(Provided entries begins)
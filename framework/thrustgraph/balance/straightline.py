"""Straight-line Python for one phase of one vehicle, derived from the one balance by tracing it.

A single flight spends most of its time in the right-hand side. The general evaluator
(:class:`thrustgraph.balance.balance.Balance` over :data:`thrustgraph.base.xp.scalar_ops`) walks the plan on every call:
loops over lines and bodies, checks of modes and constraints, tuples built and taken apart. Within one phase
(modes and kinematic constraint fixed) all of that is the same on every call; only the arithmetic on the
state changes. This module runs the *same* balance once per phase with :data:`trace_ops`, a namespace whose
values are symbols: every operation on the state is written down as one line of Python, every choice that
does not depend on the state is taken once, at trace time. The lines are compiled into one function.

Nothing here knows the balance or any device: what is traced is exactly the code a single flight runs
(``Balance._solve`` and the plugins' callables, rebuilt by :func:`thrustgraph.balance.plan.build_plan` with
``trace_ops``). The traced function performs the same floating-point operations in the same order as the
general evaluator, so both give the same numbers (checked for every bundled model and phase in
``tests/test_straightline.py``). Code that does something the tracer cannot follow (``float()`` of a
state-dependent value, ``math`` functions on it, a Python ``if`` on it, a numpy call) raises
:class:`TraceError` and the flight keeps the general evaluator.

The namespace adds one structured primitive to those of :mod:`thrustgraph.base.xp`, used by the balance's
Newton iterations: ``ops.iterate(carry, test, step, n)``; and ``ops.refuse(cond, error)``, which raises
``error`` for one design (floats) when ``cond`` holds and does nothing over arrays, where the caller flags
the designs instead.

Examples
--------
>>> def f(x, ops):
...     return ops.branch(x > 1.0, lambda v: ops.sqrt(v), lambda v: 2.0 * v, x)
>>> fn = compile_function(lambda t, s: [f(s[0], trace_ops)], 1)
>>> fn(0.0, [4.0]), fn(0.0, [0.25])
([2.0], [0.5])
"""

from __future__ import annotations

import math
import threading
from typing import Any, Callable, Sequence

import numpy as np

from ..base.xp import ArrayOps, ScalarOps, hold

__all__ = ["TraceError", "Sym", "trace_ops", "array_trace_ops", "compile_function"]


class TraceError(Exception):
    """The traced code did something a straight-line function cannot reproduce (the caller falls back)."""


# --------------------------------------------------------------------------------------------------------------
# The recorder: blocks of statements, names, constants.

class _Block:
    __slots__ = ("stmts", "cse", "parent")

    def __init__(self, parent: "_Block | None") -> None:
        self.stmts: list = []
        self.cse: dict[str, "Sym"] = {}
        self.parent = parent

    def lookup(self, expr: str) -> "Sym | None":
        b: _Block | None = self
        while b is not None:
            v = b.cse.get(expr)
            if v is not None:
                return v
            b = b.parent
        return None


class _Recorder:
    def __init__(self, arrays: bool = False) -> None:
        self.count = 0
        self.consts: dict[int, str] = {}
        self.namespace: dict[str, Any] = {}
        self.block = _Block(None)
        #: the array dialect (numpy arrays of designs at run time): logic with ``&``, ``|``, ``_not``
        self.arrays = arrays
        #: constants read as tables (``ops.interp``, ``ops.layer``, ``ops.take``), never per design
        self.shared: set[str] = set()
        #: constants read as numbers (per design when they are arrays of the designs' shape)
        self.numbers: set[str] = set()

    def name(self, prefix: str = "v") -> str:
        self.count += 1
        return f"{prefix}{self.count}"

    def const(self, obj: Any) -> str:
        key = id(obj)
        n = self.consts.get(key)
        if n is None:
            n = self.consts[key] = self.name("k")
            self.namespace[n] = obj
        return n

    def emit(self, expr: str, deps: tuple) -> "Sym":
        hit = self.block.lookup(expr)
        if hit is not None:
            return hit
        v = Sym(self.name())
        self.block.stmts.append(("=", v.name, expr, frozenset(deps)))
        self.block.cse[expr] = v
        return v


_local = threading.local()


def _rec() -> _Recorder:
    r = getattr(_local, "rec", None)
    if r is None:
        raise TraceError("a traced value was used outside tracing")
    return r


def _lit(x: Any) -> tuple[str, tuple]:
    """Source text of an operand and the symbols it reads."""
    if type(x) is Sym:
        return x.name, (x.name,)
    if type(x) is bool or x is None:
        return repr(x), ()
    if type(x) is int:
        return (repr(x) if x >= 0 else f"({x!r})"), ()
    if isinstance(x, float):          # also numpy floats: the same value as a Python float
        f = float(x)
        if math.isfinite(f):
            return (repr(f) if f >= 0.0 and math.copysign(1.0, f) > 0.0 else f"({f!r})"), ()
        return _rec().const(f), ()
    if type(x).__name__ in ("int64", "int32", "bool_"):
        return _lit(x.item())
    rec = _rec()
    name = rec.const(x)
    rec.numbers.add(name)
    return name, ()


def _static(x: Any) -> bool:
    return type(x) is not Sym


def _zero(x: Any) -> bool:
    return isinstance(x, float) and x == 0.0


def _one(x: Any) -> bool:
    return isinstance(x, float) and x == 1.0


def _bin(a: Any, op: str, b: Any) -> Any:
    # identities that hold up to the sign of a zero (x * 0 also for finite x only: a state that is not finite
    # makes other derivatives not finite too, which the step guard reports)
    if op == "+":
        if _zero(b):
            return a
        if _zero(a):
            return b
    elif op == "-":
        if _zero(b):
            return a
        if _zero(a):
            return -b
    elif op == "*":
        if _zero(a) or _zero(b):
            return 0.0
        if _one(b):
            return a
        if _one(a):
            return b
    elif op == "/" or op == "**":
        if _one(b):
            return a
    sa, da = _lit(a)
    sb, db = _lit(b)
    rec = _rec()
    if rec.arrays and op in _ARRAY_LOGIC:
        op = _ARRAY_LOGIC[op]
    return rec.emit(f"{sa} {op} {sb}", da + db)


#: Python's logic on bools, as numpy's on arrays of bools (the array dialect)
_ARRAY_LOGIC = {"and": "&", "or": "|"}


def _same_static(a: Any, b: Any) -> bool:
    """Two values known at trace time that are the same value (arrays: the same array)."""
    if isinstance(a, np.ndarray) or isinstance(b, np.ndarray):
        return a is b
    return type(a) is type(b) and repr(a) == repr(b)


class Sym:
    """A value known only when the traced function runs: the name it will have there."""

    __slots__ = ("name",)
    __array_ufunc__ = None          # numpy hands arithmetic with a Sym back to its operators

    def __init__(self, name: str) -> None:
        self.name = name

    def __repr__(self) -> str:
        return f"Sym({self.name})"

    # arithmetic
    def __add__(self, o): return _bin(self, "+", o)
    def __radd__(self, o): return _bin(o, "+", self)
    def __sub__(self, o): return _bin(self, "-", o)
    def __rsub__(self, o): return _bin(o, "-", self)
    def __mul__(self, o): return _bin(self, "*", o)
    def __rmul__(self, o): return _bin(o, "*", self)
    def __truediv__(self, o): return _bin(self, "/", o)
    def __rtruediv__(self, o): return _bin(o, "/", self)
    def __pow__(self, o): return _bin(self, "**", o)
    def __rpow__(self, o): return _bin(o, "**", self)
    def __neg__(self): return _rec().emit(f"-{self.name}", (self.name,))  # noqa: E704
    def __pos__(self): return self
    def __abs__(self): return _rec().emit(f"abs({self.name})", (self.name,))

    # comparisons and logic (Python bools at run time)
    def __lt__(self, o): return _bin(self, "<", o)
    def __le__(self, o): return _bin(self, "<=", o)
    def __gt__(self, o): return _bin(self, ">", o)
    def __ge__(self, o): return _bin(self, ">=", o)
    def __eq__(self, o): return _bin(self, "==", o)  # type: ignore[override]
    def __ne__(self, o): return _bin(self, "!=", o)  # type: ignore[override]
    def __and__(self, o): return _bin(self, "and", o)
    def __rand__(self, o): return _bin(o, "and", self)
    def __or__(self, o): return _bin(self, "or", o)
    def __ror__(self, o): return _bin(o, "or", self)
    def __invert__(self):
        rec = _rec()
        return rec.emit(f"_not({self.name})" if rec.arrays else f"not {self.name}", (self.name,))
    __hash__ = object.__hash__

    # what a straight line cannot follow
    def __bool__(self):
        raise TraceError("a Python 'if', 'and' or 'or' on a state-dependent value (use ops.where or ops.branch)")

    def __float__(self):
        raise TraceError("float() or a math function of a state-dependent value (use the ops namespace)")

    def __int__(self):
        raise TraceError("int() of a state-dependent value")

    def __index__(self):
        raise TraceError("a state-dependent index (use ops.take)")

    def __iter__(self):
        raise TraceError("iteration over a state-dependent value")


# --------------------------------------------------------------------------------------------------------------
# Trees of values (tuples, named tuples, lists) flattened to leaves for branches and loops.

def _flatten(x: Any, leaves: list) -> Any:
    if isinstance(x, tuple):
        kids = tuple(_flatten(v, leaves) for v in x)
        return (type(x), kids)
    if isinstance(x, list):
        return (list, tuple(_flatten(v, leaves) for v in x))
    if type(x) is Sym or isinstance(x, (float, bool, np.ndarray)):
        leaves.append(x)
        return None
    return ("static", x)


def _unflatten(tree: Any, it: Any) -> Any:
    if tree is None:
        return next(it)
    kind, kids = tree
    if kind == "static":
        return kids
    vals = [_unflatten(k, it) for k in kids]
    if kind is list:
        return vals
    if kind is tuple:
        return tuple(vals)
    return kind(*vals)          # a named tuple


def _same_tree(a: Any, b: Any) -> bool:
    if a is None or b is None:
        return a is None and b is None
    if a[0] != b[0]:
        return False
    if a[0] == "static":
        return type(a[1]) is type(b[1]) and a[1] == b[1]
    return len(a[1]) == len(b[1]) and all(_same_tree(x, y) for x, y in zip(a[1], b[1]))


def _sub(fn: Callable, *args: Any) -> tuple[_Block, Any]:
    rec = _rec()
    outer = rec.block
    rec.block = _Block(outer)
    try:
        out = fn(*args)
        return rec.block, out
    finally:
        rec.block = outer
(Provided entries ends)
**Task item:** Word for word, restate the data above from its first line down to and including the line with "Nothing here knows".

**Answer section:**
filename framework/thrustgraph/balance/straightline.py
"""Straight-line Python for one phase of one vehicle, derived from the one balance by tracing it.

A single flight spends most of its time in the right-hand side. The general evaluator
(:class:`thrustgraph.balance.balance.Balance` over :data:`thrustgraph.base.xp.scalar_ops`) walks the plan on every call:
loops over lines and bodies, checks of modes and constraints, tuples built and taken apart. Within one phase
(modes and kinematic constraint fixed) all of that is the same on every call; only the arithmetic on the
state changes. This module runs the *same* balance once per phase with :data:`trace_ops`, a namespace whose
values are symbols: every operation on the state is written down as one line of Python, every choice that
does not depend on the state is taken once, at trace time. The lines are compiled into one function.

Nothing here knows the balance or any device: what is traced is exactly the code a single flight runs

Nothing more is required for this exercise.